● **Task brief**
The required result is every line of the records that includes "nums".

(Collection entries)
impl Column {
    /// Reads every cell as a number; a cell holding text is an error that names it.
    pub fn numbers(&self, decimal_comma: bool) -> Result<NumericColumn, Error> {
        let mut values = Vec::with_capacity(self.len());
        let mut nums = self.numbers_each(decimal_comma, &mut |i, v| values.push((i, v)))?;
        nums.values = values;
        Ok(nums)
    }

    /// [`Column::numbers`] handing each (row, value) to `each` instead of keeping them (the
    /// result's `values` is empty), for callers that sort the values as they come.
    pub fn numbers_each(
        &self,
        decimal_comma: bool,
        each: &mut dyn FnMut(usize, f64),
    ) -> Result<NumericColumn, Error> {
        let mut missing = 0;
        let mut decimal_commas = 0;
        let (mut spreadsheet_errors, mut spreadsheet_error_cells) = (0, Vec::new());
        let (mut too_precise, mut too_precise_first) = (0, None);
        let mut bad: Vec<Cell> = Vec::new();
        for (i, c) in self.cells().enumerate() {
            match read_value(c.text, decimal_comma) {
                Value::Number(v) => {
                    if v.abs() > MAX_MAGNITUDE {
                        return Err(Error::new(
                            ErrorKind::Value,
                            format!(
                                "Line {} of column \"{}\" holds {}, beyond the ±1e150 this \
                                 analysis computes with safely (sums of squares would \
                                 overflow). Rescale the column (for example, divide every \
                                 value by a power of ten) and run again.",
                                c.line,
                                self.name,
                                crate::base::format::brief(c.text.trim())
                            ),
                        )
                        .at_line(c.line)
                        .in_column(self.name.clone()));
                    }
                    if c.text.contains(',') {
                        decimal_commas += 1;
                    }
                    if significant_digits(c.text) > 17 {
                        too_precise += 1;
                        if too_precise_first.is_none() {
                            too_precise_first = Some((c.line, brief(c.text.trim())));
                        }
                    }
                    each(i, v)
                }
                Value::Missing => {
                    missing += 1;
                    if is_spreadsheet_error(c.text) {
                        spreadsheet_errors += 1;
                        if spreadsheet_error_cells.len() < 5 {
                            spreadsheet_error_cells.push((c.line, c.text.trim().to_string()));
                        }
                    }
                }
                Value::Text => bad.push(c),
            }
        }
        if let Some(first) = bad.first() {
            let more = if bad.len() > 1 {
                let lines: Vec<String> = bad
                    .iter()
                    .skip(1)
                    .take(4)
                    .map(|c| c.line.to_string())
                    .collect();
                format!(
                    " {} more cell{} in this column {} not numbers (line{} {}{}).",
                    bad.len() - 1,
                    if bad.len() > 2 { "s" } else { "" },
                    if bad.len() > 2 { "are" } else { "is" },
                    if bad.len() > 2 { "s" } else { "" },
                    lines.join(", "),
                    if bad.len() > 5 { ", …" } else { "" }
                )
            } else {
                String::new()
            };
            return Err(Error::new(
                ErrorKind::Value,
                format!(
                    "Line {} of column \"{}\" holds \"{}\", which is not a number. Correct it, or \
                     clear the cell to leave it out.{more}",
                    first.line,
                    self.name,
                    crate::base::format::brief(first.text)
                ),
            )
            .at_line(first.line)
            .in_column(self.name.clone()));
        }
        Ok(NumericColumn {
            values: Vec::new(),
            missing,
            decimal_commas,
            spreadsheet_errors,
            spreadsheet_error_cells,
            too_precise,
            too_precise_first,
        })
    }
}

==

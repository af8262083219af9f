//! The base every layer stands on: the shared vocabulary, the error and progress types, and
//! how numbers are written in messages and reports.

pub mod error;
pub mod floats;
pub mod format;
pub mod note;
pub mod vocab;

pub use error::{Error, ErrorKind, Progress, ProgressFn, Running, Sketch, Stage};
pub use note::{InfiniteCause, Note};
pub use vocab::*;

● **Solution for this task**
        let mut nums = self.numbers_each(decimal_comma, &mut |i, v| values.push((i, v)))?;
        nums.values = values;
        Ok(nums)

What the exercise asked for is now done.